Many of us know this strong and funny side of her but she was also vulnerable. She was not afraid to be the nail that stuck up and consequently she got banged down a lot. She in turn stepped on a lot of toes with her bluntness and inability to tolerate egotism (usually from men who could not handle being challenged by a woman) and dishonesty of any kind.

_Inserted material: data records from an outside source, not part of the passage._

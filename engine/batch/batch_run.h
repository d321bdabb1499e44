// BatchRun: the nightly run over a list of bridge files (already listed and
// sharded by the caller), with one ledger.
//
//  1. Decide which bridges changed, cheaply: for every file the ledger has
//     rated before and the DependencyIndex knows, hash its bytes and those of
//     the policy and vehicle files it used (each distinct file once), and
//     compare with the ledger's inputs hash. Equal: carried forward as
//     unchanged in one ledger transaction, no YAML read. `all` skips this.
//  2. Rate the rest on `jobs` worker threads (bridge_job.h). A job whose
//     file is new to the index still compares its hash once parsed, so an
//     unchanged bridge is never rated again without `all`.
//  3. The calling thread is the one writer (result_writer.h); outcomes reach
//     it through a bounded queue (bounded_queue.h), so memory holds a few
//     ratings at a time whatever the inventory size.
//  4. Finish: the dependency index is saved, the run gets its counts, policy
//     versions and finish time.
//
// One failing bridge never stops the run: it is recorded as failed with its
// reason. What stops it is the environment (an unwritable output directory,
// a ledger error), thrown to the caller after the workers have stopped; the
// ledger then holds whole bridges only and the rerun finishes the rest.
#pragma once

#include <cstddef>
#include <filesystem>
#include <string>
#include <vector>

#include "engine/core/calendar_date.h"
#include "engine/ledger/bridge_record.h"
#include "engine/ledger/ledger.h"

namespace tenthpoint::batch {

struct BatchOptions {
  std::filesystem::path out_dir = "reports";  // results under <out>/<safe id>/results.json
  CalendarDate rating_date;
  int jobs = 1;      // worker threads, >= 1
  bool all = false;  // rate every bridge, changed or not
  // The DependencyIndex file (dependency_index.h); empty: none, every
  // previously rated bridge is parsed to find its policy.
  std::filesystem::path dependency_index;
  std::size_t queue_capacity = 0;  // outcomes in flight; 0 = 2 x jobs

  // True when usable; else false with the reason in `why`.
  [[nodiscard]] bool is_valid(std::string* why) const;
};

struct BatchProgress {
  int total = 0;  // bridge files in the run
  int rated = 0;
  int unchanged = 0;
  int failed = 0;
  double elapsed_seconds = 0;

  [[nodiscard]] int done() const { return rated + unchanged + failed; }
};

// Told about the run's progress, on the writer (calling) thread.
class BatchObserver {
 public:
  virtual ~BatchObserver() = default;
  // Once the unchanged bridges found without parsing are carried forward.
  virtual void started(const BatchProgress& /*progress*/) {}
  // After each bridge that went to a worker is in the ledger.
  virtual void bridge_done(const ledger::BridgeRecord& /*record*/, const BatchProgress& /*progress*/) {}
};

// Runs the files as one ledger run described by `info` (command, shard,
// batch; `started` is set here when empty) and returns the finished run:
// its id, counts, policy versions, start and finish times.
[[nodiscard]] ledger::RunInfo run_batch(ledger::Ledger& ledger, ledger::RunInfo info,
                                        const std::vector<std::string>& files, const BatchOptions& options,
                                        BatchObserver* observer = nullptr);

// "id version" of each distinct policy in `records`, joined by "; "
// (RunInfo::policy_versions).
[[nodiscard]] std::string policy_versions(const std::vector<ledger::BridgeRecord>& records);

}  // namespace tenthpoint::batch
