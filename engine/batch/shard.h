// Shard: one of N deterministic parts of an inventory, so that a cluster
// scheduler can spread a large inventory over many nodes (a Slurm job array
// gives task K of N; see tools/slurm/).
//
// A bridge file belongs to shard stable_hash(key) mod N, where the key is the
// file's path relative to the inventory root (the directory given on the
// command line, or the directory of the list or bridge file given). The hash
// is FNV-1a, 64-bit, over the key's bytes with '/' separators: the same on
// every machine and in every release, and independent of the file's position
// in the listing, so adding a bridge never moves another between shards.
#pragma once

#include <cstdint>
#include <filesystem>
#include <optional>
#include <string>
#include <string_view>
#include <vector>

namespace tenthpoint::batch {

struct Shard {
  int index = 0;  // K, 0-based (as SLURM_ARRAY_TASK_ID with --array=0-(N-1))
  int count = 1;  // N >= 1

  // "K/N", as given on the command line.
  [[nodiscard]] std::string to_string() const;
  // "shard-K-of-N", for file names of a shard's ledger and summary.
  [[nodiscard]] std::string file_suffix() const;
};

// Parses "K/N". On failure returns nullopt with a short reason in `why`
// (e.g. "shard index 3 is not below the shard count 2").
[[nodiscard]] std::optional<Shard> parse_shard(std::string_view text, std::string& why);

// FNV-1a 64-bit (Fowler, Noll, Vo; offset basis 14695981039346656037,
// prime 1099511628211).
[[nodiscard]] std::uint64_t stable_hash(std::string_view bytes);

// The key of `file` under `root`: the lexically normal path of the one
// relative to the other (both made absolute first), with '/' separators.
[[nodiscard]] std::string shard_key(const std::filesystem::path& file, const std::filesystem::path& root);

// The shard index of a key among `count` shards.
[[nodiscard]] int shard_of(std::string_view key, int count);

// The files of `files` in `shard`, in their listed order.
[[nodiscard]] std::vector<std::string> select_shard(const std::vector<std::string>& files,
                                                    const std::filesystem::path& root, const Shard& shard);

}  // namespace tenthpoint::batch
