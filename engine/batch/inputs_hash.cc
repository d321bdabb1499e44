#include "engine/batch/inputs_hash.h"

#include <algorithm>
#include <fstream>
#include <iterator>
#include <optional>
#include <string>

#include "engine/batch/sha256.h"
#include "engine/io/embedded_files.h"

namespace tenthpoint::batch {
namespace {

// engine/io/data_reference.cc labels shipped data "<shipped>/<folder>/<name>"
// for the embedded file "engine/data/<folder>/<name>".
constexpr std::string_view kShippedPrefix = "<shipped>/";

std::optional<std::string> dependency_bytes(const std::string& name) {
  if (name.rfind(kShippedPrefix, 0) == 0) {
    const std::string embedded = "engine/data/" + name.substr(kShippedPrefix.size());
    if (auto contents = io::embedded_file(embedded)) return std::string(*contents);
    return std::nullopt;
  }
  std::ifstream in(name, std::ios::binary);
  if (!in) return std::nullopt;
  std::string bytes((std::istreambuf_iterator<char>(in)), std::istreambuf_iterator<char>());
  if (in.bad()) return std::nullopt;
  return bytes;
}

}  // namespace

InputsHasher::InputsHasher(std::string engine_version) : engine_version_(std::move(engine_version)) {}

std::string InputsHasher::dependency_hash(const std::string& name) {
  // Held while reading: a dependency is read once per run, and the few
  // distinct policy files make contention negligible.
  const std::lock_guard lock(mutex_);
  if (auto it = dependency_hashes_.find(name); it != dependency_hashes_.end()) return it->second;
  const std::optional<std::string> bytes = dependency_bytes(name);
  std::string hash = bytes ? sha256_hex(*bytes) : std::string("unreadable");
  dependency_hashes_.emplace(name, hash);
  return hash;
}

std::string InputsHasher::inputs_hash(std::string_view bridge_bytes, std::vector<std::string> dependencies) {
  std::sort(dependencies.begin(), dependencies.end());
  dependencies.erase(std::unique(dependencies.begin(), dependencies.end()), dependencies.end());
  // Names are length-prefixed (a path may hold any byte but NUL) and hashes
  // have a fixed length, so no two different inputs serialise to the same
  // stream.
  Sha256 hash;
  hash.update("tenthpoint inputs 1\nengine ").update(engine_version_).update("\n");
  hash.update("bridge ").update(sha256_hex(bridge_bytes)).update("\n");
  for (const std::string& name : dependencies)
    hash.update("uses ")
        .update(std::to_string(name.size()))
        .update(" ")
        .update(name)
        .update(" ")
        .update(dependency_hash(name))
        .update("\n");
  return hash.hex();
}

}  // namespace tenthpoint::batch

Our sisterhood was powerful. She and I expected support from each other on every project we did and most of the time we got it whether it be working on pranks, games for family reunions or on community issues, ideas just clicked. Until Judy married Kaz, we shared every major decision and every major event – our marriages, our divorces, the births of our children and the deaths of our mom and dad. Judy rejoiced in the triumphs of my children, Mayumi and Dan, and shared deeply the pain of their disappointments.
She too shared everything from clothes to dishes as well as her heartaches and joys. Her greatest joy was Maria – everything else came second. But then came Kaz. We all knew she fell in love because she announced it at a Day of Remembrance. In Kaz, she found a person with a heart as big and as generous as hers.
Judy very much wanted to live for all of us especially for Maria. She was grateful to Victor, Maria’s dad, who stepped up to both dad and mom. I think Judy would be proud to see Maria, happy with her partner Oli and thriving in her work with that same determination. I too have learned from Judy – now saying “yes” more and trying in my own way to be as fearless as she was.
*This poem is copyrighted by Kathy Nishimoto Masaoka. It was originally read at Judy Nishimoto’s service in 2002 and updated for the memorial program in 2023.